Design and tolerance analysis of a 5.7 GHz chip-size microstrip antenna on high resistivity silicon

This paper reports the FEM model, design, fabrication and characterization of a square patch antenna built on high-resistivity silicon (HRS) for operation at 5.7 GHz [Figure 1]. The HRS high dielectric constant of 11.7 leads to antenna size reduction enabling the antenna direct coupling on a chip with RF electronics, which offers potential of low cost, low profile and simplified assembly. The metal patch was made using a 2-μm layer of aluminium and has an area of 7.7x7.6 mm.

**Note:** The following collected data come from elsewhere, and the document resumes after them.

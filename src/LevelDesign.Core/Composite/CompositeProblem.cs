using LevelDesign.Core.Couplers;
using LevelDesign.Core.Elements;
using LevelDesign.Core.Model;

namespace LevelDesign.Core.Composite;

/// <summary>A device at one point, assembled and ready for the eigen solve.</summary>
public sealed record CompositeProblem(
    Device Device,
    IReadOnlyList<BareSpectrum> Bare,
    IReadOnlyList<ResolvedCoupler> Couplers,
    CompositeBasis Basis,
    SparseHermitian Hamiltonian);
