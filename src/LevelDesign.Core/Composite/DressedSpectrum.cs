using System.Numerics;
using LevelDesign.Core.Couplers;
using LevelDesign.Core.Elements;
using LevelDesign.Core.Labels;
using LevelDesign.Core.Model;

namespace LevelDesign.Core.Composite;

/// <summary>
/// The lowest dressed states of a device: energies (GHz, relative to the dressed ground), eigenvectors in the
/// product basis, and bare labels. Energies of labelled states are read with <see cref="EnergyOf"/>.
/// </summary>
public sealed class DressedSpectrum
{
    private readonly int[] _dressedOfBare;

    internal DressedSpectrum(Device device, IReadOnlyList<BareSpectrum> bare, IReadOnlyList<ResolvedCoupler> couplers,
        CompositeBasis basis, double[] eigenvalues, double[] weights, Complex[]? complexVectors, double[]? realVectors,
        DressedLabel[] labels, string solverName, bool isComplex)
    {
        Device = device;
        Bare = bare;
        Couplers = couplers;
        Basis = basis;
        GroundEnergy = eigenvalues[0];
        Energies = eigenvalues.Select(e => e - GroundEnergy).ToArray();
        Weights = weights;
        ComplexVectors = complexVectors;
        RealVectors = realVectors;
        Labels = MarkDegenerate(labels, eigenvalues);
        SolverName = solverName;
        IsComplex = isComplex;
        _dressedOfBare = Enumerable.Repeat(-1, basis.Dimension).ToArray();
        for (int k = 0; k < labels.Length; k++) _dressedOfBare[labels[k].BareIndex] = k;
    }

    /// <summary>The same spectrum without its eigenvectors and bare weights (see <see cref="WithoutVectors"/>).</summary>
    private DressedSpectrum(DressedSpectrum full)
    {
        Device = full.Device;
        Bare = full.Bare;
        Couplers = full.Couplers;
        Basis = full.Basis;
        GroundEnergy = full.GroundEnergy;
        Energies = full.Energies;
        Labels = full.Labels;
        SolverName = full.SolverName;
        IsComplex = full.IsComplex;
        MaxResidual = full.MaxResidual;
        Selection = full.Selection;
        _dressedOfBare = full._dressedOfBare;
    }

    /// <summary>
    /// A copy that keeps energies, labels (with each state's largest components) and everything else except the
    /// D-long eigenvectors and weights: what a large sweep keeps of each point once its labels and derived quantities
    /// are computed (46k states × 72 computed: 53 MB a point with them, about 0.2 MB without).
    /// </summary>
    public DressedSpectrum WithoutVectors() => Weights is null ? this : new DressedSpectrum(this);

    /// <summary>Whether the eigenvectors and weights are kept (false for the points of a large sweep).</summary>
    public bool HasVectors => Weights is not null;

    /// <summary>The weights, or a clear refusal for a point whose vectors a sweep did not keep.</summary>
    internal double[] RequireWeights() => Weights ?? throw VectorsNotKept();

    internal static InvalidOperationException VectorsNotKept() =>
        new("the eigenvectors of this sweep point were not kept (a large sweep keeps only energies, labels and derived " +
            "quantities); compute the point alone, or sweep with the vectors kept (fewer points or states)");

    /// <summary>Dressed states closer than this (GHz, 1 Hz) count as exactly degenerate.</summary>
    public const double DegenerateGHz = 1e-9;

    /// <summary>
    /// Exactly degenerate dressed states have no preferred basis inside their multiplet, so the label each one carries is
    /// arbitrary: they are marked ambiguous.
    /// </summary>
    private static DressedLabel[] MarkDegenerate(DressedLabel[] labels, double[] eigenvalues)
    {
        DressedLabel[]? marked = null;
        for (int k = 0; k < labels.Length; k++)
        {
            bool degenerate = (k > 0 && eigenvalues[k] - eigenvalues[k - 1] < DegenerateGHz)
                              || (k + 1 < eigenvalues.Length && eigenvalues[k + 1] - eigenvalues[k] < DegenerateGHz);
            if (!degenerate || labels[k].Ambiguous) continue;
            marked ??= (DressedLabel[])labels.Clone();
            marked[k] = labels[k] with { Ambiguous = true };
        }
        return marked ?? labels;
    }

    public Device Device { get; }
    public IReadOnlyList<BareSpectrum> Bare { get; }
    public IReadOnlyList<ResolvedCoupler> Couplers { get; }
    public CompositeBasis Basis { get; }

    /// <summary>Lowest eigenvalue in the frame where the bare ground is 0 (GHz).</summary>
    public double GroundEnergy { get; }

    /// <summary>Dressed energies above the dressed ground, ascending (GHz).</summary>
    public double[] Energies { get; }

    /// <summary>|⟨bare j|dressed k⟩|², column-major: Weights[k*Dimension + j]; null when not kept (<see cref="HasVectors"/>).</summary>
    public double[]? Weights { get; }

    public double[]? RealVectors { get; }
    public Complex[]? ComplexVectors { get; }
    public DressedLabel[] Labels { get; }

    /// <summary>Name of the eigensolver that produced this spectrum.</summary>
    public string SolverName { get; }

    /// <summary>True when the Hamiltonian was complex Hermitian (solved with the complex path).</summary>
    public bool IsComplex { get; }

    /// <summary>Largest residual ‖Hx − Ex‖ (GHz) of the computed states on the sparse matrix; NaN when not measured.</summary>
    public double MaxResidual { get; init; } = double.NaN;

    /// <summary>What was asked for (e.g. "every state up to 2 excitations"); null when a sweep or caller chose a count.</summary>
    public SelectedStates? Selection { get; init; }

    /// <summary>Whether ZZ / 2χ of this element pair is reported: every pair unless the selection named pairs.</summary>
    public bool ReportsPair(int a, int b) => Selection?.Pairs is not { } pairs || pairs.Contains((Math.Min(a, b), Math.Max(a, b)));

    public int Count => Energies.Length;
    public int Dimension => Basis.Dimension;

    /// <summary>Dressed index carrying the label of this product state, or −1 if it is not among the computed states.</summary>
    public int DressedIndexOf(ReadOnlySpan<int> bareState)
    {
        int bare = Basis.IndexOf(bareState);
        return bare < 0 ? -1 : _dressedOfBare[bare];
    }

    public int DressedIndexOfBare(int bareIndex) => bareIndex < 0 ? -1 : _dressedOfBare[bareIndex];

    /// <summary>Energy (GHz above the dressed ground) of the dressed state labelled with this product state; NaN if absent.</summary>
    public double EnergyOf(ReadOnlySpan<int> bareState)
    {
        int k = DressedIndexOf(bareState);
        return k < 0 ? double.NaN : Energies[k];
    }

    /// <summary>Energy of the state with the given element levels and every other element in 0.</summary>
    public double EnergyOfExcitation(params (int Element, int Level)[] levels)
    {
        var state = new int[Basis.ElementCount];
        foreach (var (e, l) in levels) state[e] = l;
        return EnergyOf(state);
    }

    /// <summary>
    /// Purity of the dressed state labelled with the given element levels (every other element in 0); NaN if absent.
    /// A derived quantity is only as trustworthy as the least pure state it is read from.
    /// </summary>
    public double PurityOfExcitation(params (int Element, int Level)[] levels)
    {
        var state = new int[Basis.ElementCount];
        foreach (var (e, l) in levels) state[e] = l;
        int k = DressedIndexOf(state);
        return k < 0 ? double.NaN : Labels[k].Purity;
    }

    /// <summary>Human label such as "qa1 ra0" → written as |qa:1, ra:0⟩ by formatters; here the raw levels.</summary>
    public int[] LabelLevels(int dressedIndex) => Basis.States[Labels[dressedIndex].BareIndex];

    /// <summary>Compact label "1,0,2" ordered like the device's elements.</summary>
    public string LabelText(int dressedIndex) => string.Join(",", LabelLevels(dressedIndex));
}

The operating frequency and bandwidth were obtained from reflection measurements and are shown in Figure 2. The efficiency of 18.6% was measured using the Wheeler cap method [Figure 2]. The antenna operates at a center frequency of 5.705 GHz, providing a –10 dB return loss bandwidth of 90 MHz. Far-field gain patterns measurements were done using an anechoic chamber and results compared simulations [Figure 3]. The measured gain is ~0.3 dB. Also, FEM analysis was used to study the tolerance of the substrate thickness, substrate resistivity, oxide thickness and metal conductivity in order to predict the antenna behavior [Figure 4]. It was observed that varying the substrate thickness from 500 μm to 550 μm and oxide thickness from 1 μm to 10 μm the operating frequency changes from around 5.7 GHz to 5.85 GHz. Changing the substrate conductivity from 0.02 S/m to 0.05 S/m we found that efficiency changes from 19.6 % to 30.1 %. A wireless link between two prototypes was established and a power of –50 dBm was received when they were placed one meter apart and the transmitting antenna was fed with 0 dBm.